▶ EXERCISE BRIEF:
Give the lines below again exactly, starting with the line that holds "if err := l.invert(shift, adjoint);" and going on through the line that holds "b := l.lay.Vector()".
### RECORDED INFORMATION ###
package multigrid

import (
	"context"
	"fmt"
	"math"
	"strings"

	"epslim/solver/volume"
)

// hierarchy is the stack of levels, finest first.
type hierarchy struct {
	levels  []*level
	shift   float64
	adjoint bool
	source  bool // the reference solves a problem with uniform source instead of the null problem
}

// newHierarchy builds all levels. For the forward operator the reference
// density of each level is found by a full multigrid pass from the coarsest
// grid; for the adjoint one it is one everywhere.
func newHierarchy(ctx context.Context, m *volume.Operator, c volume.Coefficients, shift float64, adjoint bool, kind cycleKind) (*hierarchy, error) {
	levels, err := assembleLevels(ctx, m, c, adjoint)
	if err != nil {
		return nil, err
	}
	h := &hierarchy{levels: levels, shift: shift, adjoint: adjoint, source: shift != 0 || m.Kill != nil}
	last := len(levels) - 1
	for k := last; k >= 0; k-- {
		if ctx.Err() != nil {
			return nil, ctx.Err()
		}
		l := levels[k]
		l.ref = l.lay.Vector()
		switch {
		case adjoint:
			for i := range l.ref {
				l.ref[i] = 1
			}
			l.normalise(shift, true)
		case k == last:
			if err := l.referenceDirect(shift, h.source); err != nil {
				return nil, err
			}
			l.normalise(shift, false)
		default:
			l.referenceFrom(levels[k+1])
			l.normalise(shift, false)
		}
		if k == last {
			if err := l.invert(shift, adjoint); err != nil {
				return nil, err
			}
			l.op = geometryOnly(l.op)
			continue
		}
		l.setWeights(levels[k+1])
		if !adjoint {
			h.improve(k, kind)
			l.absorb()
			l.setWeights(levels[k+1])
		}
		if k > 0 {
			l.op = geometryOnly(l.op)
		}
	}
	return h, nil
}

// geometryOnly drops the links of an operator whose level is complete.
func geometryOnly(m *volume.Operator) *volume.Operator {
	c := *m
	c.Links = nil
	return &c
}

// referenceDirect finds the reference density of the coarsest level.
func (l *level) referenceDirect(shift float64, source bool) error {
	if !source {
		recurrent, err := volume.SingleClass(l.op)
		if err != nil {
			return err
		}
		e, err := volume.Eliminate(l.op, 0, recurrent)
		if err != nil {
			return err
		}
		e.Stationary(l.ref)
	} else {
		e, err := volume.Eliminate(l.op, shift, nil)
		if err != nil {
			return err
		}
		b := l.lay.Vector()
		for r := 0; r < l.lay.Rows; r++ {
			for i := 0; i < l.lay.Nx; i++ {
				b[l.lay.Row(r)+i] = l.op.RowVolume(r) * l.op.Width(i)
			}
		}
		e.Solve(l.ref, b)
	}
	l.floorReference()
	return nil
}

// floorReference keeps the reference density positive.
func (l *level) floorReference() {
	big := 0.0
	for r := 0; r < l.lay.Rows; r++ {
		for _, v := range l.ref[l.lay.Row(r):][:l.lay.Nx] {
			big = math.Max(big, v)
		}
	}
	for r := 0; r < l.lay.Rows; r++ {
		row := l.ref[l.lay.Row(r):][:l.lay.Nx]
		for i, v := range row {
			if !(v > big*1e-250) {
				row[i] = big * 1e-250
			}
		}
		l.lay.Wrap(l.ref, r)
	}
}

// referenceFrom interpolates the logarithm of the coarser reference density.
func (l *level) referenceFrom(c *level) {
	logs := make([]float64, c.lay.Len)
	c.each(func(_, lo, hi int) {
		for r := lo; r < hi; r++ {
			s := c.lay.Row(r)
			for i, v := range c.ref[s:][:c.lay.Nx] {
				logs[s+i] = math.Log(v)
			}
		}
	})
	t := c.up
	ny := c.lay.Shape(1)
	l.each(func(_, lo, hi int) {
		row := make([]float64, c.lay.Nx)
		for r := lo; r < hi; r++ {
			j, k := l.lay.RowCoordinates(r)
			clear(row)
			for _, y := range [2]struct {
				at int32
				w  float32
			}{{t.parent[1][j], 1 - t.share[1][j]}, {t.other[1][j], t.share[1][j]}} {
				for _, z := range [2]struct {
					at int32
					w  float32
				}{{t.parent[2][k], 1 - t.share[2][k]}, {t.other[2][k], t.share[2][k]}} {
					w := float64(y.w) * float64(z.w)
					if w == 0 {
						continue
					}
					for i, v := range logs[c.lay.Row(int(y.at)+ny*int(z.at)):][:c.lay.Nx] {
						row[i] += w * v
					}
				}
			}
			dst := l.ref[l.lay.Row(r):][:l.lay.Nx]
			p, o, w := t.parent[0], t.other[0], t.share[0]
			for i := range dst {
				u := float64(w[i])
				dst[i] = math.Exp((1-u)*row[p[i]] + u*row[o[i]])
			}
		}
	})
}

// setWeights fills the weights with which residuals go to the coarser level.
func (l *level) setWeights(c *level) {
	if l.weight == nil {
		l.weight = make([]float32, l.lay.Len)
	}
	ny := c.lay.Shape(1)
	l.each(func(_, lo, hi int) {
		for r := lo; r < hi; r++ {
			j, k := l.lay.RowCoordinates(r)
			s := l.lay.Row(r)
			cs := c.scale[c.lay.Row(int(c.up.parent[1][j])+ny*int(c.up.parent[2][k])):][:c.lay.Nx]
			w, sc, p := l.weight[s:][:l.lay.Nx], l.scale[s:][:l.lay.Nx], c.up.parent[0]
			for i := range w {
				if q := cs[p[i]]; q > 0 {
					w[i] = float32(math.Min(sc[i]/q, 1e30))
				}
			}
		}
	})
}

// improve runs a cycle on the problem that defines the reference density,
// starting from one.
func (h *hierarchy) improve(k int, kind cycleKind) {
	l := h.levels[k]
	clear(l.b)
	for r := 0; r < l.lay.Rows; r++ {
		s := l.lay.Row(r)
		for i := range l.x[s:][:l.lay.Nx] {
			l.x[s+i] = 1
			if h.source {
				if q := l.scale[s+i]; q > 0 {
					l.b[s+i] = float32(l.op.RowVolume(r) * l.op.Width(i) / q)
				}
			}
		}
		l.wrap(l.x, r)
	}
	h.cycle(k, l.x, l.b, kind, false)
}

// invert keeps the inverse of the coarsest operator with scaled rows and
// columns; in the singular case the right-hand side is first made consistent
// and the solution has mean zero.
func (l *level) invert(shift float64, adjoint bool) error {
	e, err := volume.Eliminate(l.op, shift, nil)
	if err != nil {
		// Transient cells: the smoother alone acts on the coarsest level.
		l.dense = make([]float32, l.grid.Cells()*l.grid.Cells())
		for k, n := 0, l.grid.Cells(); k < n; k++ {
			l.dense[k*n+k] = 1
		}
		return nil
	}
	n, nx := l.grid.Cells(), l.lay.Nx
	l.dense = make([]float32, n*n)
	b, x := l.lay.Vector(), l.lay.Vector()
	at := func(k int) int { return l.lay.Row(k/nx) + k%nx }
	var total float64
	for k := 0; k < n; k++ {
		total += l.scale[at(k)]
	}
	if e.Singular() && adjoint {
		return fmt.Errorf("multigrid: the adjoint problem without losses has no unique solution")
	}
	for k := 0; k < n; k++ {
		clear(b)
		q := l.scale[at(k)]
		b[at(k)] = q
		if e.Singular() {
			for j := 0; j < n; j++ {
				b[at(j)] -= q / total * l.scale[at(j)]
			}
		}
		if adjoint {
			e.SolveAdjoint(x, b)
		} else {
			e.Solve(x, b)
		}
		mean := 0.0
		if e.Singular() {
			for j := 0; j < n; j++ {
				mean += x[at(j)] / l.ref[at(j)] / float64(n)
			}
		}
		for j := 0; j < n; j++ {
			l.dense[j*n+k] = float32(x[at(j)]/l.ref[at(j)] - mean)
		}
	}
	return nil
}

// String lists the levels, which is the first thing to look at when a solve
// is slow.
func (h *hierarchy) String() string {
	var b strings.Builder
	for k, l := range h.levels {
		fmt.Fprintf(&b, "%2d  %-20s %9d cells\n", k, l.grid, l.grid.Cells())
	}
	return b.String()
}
###
### RECORDED INFORMATION ###
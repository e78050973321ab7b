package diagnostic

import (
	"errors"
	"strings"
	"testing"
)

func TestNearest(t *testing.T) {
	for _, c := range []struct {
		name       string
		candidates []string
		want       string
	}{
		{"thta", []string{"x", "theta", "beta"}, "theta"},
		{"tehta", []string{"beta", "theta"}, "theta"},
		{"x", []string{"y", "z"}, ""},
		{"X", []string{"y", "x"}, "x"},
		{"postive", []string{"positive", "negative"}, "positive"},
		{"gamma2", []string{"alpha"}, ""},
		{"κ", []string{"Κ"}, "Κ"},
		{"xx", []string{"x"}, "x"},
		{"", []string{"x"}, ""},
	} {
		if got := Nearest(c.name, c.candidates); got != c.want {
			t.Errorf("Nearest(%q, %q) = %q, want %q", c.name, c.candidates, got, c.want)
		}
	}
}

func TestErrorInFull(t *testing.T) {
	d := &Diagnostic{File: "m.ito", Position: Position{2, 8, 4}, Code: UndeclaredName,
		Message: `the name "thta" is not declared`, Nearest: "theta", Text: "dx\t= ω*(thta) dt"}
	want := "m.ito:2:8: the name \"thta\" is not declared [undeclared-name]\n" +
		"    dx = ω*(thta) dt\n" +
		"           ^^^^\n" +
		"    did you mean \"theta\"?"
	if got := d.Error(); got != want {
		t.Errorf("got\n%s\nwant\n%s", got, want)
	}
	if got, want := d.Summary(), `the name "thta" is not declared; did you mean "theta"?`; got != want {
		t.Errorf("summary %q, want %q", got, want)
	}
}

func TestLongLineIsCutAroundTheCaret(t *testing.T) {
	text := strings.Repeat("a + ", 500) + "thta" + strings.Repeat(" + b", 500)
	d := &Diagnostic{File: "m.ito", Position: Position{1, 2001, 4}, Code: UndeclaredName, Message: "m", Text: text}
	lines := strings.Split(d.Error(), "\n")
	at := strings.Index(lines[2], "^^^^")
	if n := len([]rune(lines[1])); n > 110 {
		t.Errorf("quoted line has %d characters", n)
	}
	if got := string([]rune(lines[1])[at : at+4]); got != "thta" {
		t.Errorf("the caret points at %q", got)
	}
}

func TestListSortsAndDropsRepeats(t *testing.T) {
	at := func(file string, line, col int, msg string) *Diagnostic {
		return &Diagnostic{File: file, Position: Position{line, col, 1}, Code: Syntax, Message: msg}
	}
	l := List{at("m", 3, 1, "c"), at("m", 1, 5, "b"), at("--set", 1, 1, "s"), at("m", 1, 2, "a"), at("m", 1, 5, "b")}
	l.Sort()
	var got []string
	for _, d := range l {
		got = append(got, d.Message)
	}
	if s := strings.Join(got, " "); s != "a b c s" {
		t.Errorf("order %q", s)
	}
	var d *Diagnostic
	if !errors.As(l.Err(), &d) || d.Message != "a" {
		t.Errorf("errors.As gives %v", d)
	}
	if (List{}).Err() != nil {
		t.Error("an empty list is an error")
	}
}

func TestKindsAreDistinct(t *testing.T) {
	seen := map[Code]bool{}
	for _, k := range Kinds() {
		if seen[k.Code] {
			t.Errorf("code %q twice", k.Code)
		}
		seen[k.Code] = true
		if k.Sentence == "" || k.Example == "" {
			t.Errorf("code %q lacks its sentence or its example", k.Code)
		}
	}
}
###
### RECORDED INFORMATION ###
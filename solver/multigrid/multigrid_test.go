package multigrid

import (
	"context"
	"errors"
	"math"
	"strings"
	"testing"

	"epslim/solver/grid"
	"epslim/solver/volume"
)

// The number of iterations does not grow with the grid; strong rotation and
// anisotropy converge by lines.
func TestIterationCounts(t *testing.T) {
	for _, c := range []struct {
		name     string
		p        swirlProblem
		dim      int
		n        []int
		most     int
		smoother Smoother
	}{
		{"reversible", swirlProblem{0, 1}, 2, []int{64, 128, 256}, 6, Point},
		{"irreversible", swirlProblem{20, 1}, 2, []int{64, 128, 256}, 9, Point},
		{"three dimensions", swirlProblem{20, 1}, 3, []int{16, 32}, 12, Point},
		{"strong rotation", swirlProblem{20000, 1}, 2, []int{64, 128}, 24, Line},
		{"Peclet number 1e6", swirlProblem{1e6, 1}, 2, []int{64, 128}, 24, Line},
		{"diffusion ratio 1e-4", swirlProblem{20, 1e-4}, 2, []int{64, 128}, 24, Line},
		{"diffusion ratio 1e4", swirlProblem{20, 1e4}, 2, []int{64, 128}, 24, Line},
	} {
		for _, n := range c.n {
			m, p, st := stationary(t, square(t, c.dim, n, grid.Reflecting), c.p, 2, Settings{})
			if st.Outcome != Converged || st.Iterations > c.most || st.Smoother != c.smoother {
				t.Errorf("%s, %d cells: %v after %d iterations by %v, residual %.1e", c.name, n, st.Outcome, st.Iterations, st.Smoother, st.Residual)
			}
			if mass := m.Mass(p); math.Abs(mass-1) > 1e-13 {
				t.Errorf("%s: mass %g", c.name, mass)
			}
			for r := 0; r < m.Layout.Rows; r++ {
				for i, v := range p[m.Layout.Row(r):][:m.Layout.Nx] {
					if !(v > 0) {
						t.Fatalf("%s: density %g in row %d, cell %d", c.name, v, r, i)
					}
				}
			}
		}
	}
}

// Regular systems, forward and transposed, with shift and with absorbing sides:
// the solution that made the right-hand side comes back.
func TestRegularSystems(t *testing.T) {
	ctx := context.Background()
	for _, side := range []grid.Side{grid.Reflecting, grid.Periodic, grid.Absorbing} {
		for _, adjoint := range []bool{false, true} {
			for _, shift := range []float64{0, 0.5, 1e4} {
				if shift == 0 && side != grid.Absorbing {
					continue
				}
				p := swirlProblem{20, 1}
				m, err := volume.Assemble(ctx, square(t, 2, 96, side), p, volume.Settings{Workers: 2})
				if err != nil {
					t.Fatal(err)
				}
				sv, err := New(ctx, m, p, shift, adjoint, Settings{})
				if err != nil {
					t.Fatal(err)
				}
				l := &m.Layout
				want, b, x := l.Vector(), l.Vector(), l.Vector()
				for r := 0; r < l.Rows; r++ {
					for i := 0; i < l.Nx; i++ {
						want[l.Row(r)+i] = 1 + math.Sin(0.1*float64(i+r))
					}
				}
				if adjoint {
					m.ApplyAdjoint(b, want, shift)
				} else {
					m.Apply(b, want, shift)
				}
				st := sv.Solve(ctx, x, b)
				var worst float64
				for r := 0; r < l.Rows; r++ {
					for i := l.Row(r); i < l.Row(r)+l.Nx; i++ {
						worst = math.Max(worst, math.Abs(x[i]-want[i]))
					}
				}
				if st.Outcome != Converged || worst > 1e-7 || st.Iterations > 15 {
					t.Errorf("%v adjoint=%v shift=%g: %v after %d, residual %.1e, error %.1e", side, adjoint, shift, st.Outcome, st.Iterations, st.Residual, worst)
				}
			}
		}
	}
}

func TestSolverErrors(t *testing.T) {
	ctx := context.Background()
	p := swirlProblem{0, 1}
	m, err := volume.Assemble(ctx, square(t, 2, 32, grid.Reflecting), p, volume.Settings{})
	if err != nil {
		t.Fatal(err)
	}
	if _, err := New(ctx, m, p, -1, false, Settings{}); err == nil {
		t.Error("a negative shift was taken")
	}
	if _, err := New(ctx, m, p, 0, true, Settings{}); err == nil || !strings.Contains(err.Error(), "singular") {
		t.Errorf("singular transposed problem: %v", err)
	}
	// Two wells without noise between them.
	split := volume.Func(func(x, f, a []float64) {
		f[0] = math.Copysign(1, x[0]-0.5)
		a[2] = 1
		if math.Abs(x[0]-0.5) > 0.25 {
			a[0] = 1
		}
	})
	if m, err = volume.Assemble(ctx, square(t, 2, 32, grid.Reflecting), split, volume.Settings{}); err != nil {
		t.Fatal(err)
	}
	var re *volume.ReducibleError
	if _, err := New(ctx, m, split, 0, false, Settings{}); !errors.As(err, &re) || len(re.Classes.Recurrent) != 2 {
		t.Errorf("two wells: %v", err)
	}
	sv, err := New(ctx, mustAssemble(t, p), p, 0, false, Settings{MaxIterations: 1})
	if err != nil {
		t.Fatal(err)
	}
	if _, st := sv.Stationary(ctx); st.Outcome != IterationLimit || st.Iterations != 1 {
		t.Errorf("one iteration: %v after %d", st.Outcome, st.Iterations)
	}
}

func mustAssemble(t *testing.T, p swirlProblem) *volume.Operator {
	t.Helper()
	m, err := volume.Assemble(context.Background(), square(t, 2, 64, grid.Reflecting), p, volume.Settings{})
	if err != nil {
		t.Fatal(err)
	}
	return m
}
###
▶ FINISHED TASK:
			if err := l.invert(shift, adjoint); err != nil {
				return nil, err
			}
			l.op = geometryOnly(l.op)
			continue
		}
		l.setWeights(levels[k+1])
		if !adjoint {
			h.improve(k, kind)
			l.absorb()
			l.setWeights(levels[k+1])
		}
		if k > 0 {
			l.op = geometryOnly(l.op)
		}
	}
	return h, nil
}

// geometryOnly drops the links of an operator whose level is complete.
func geometryOnly(m *volume.Operator) *volume.Operator {
	c := *m
	c.Links = nil
	return &c
}

// referenceDirect finds the reference density of the coarsest level.
func (l *level) referenceDirect(shift float64, source bool) error {
	if !source {
		recurrent, err := volume.SingleClass(l.op)
		if err != nil {
			return err
		}
		e, err := volume.Eliminate(l.op, 0, recurrent)
		if err != nil {
			return err
		}
		e.Stationary(l.ref)
	} else {
		e, err := volume.Eliminate(l.op, shift, nil)
		if err != nil {
			return err
		}
		b := l.lay.Vector()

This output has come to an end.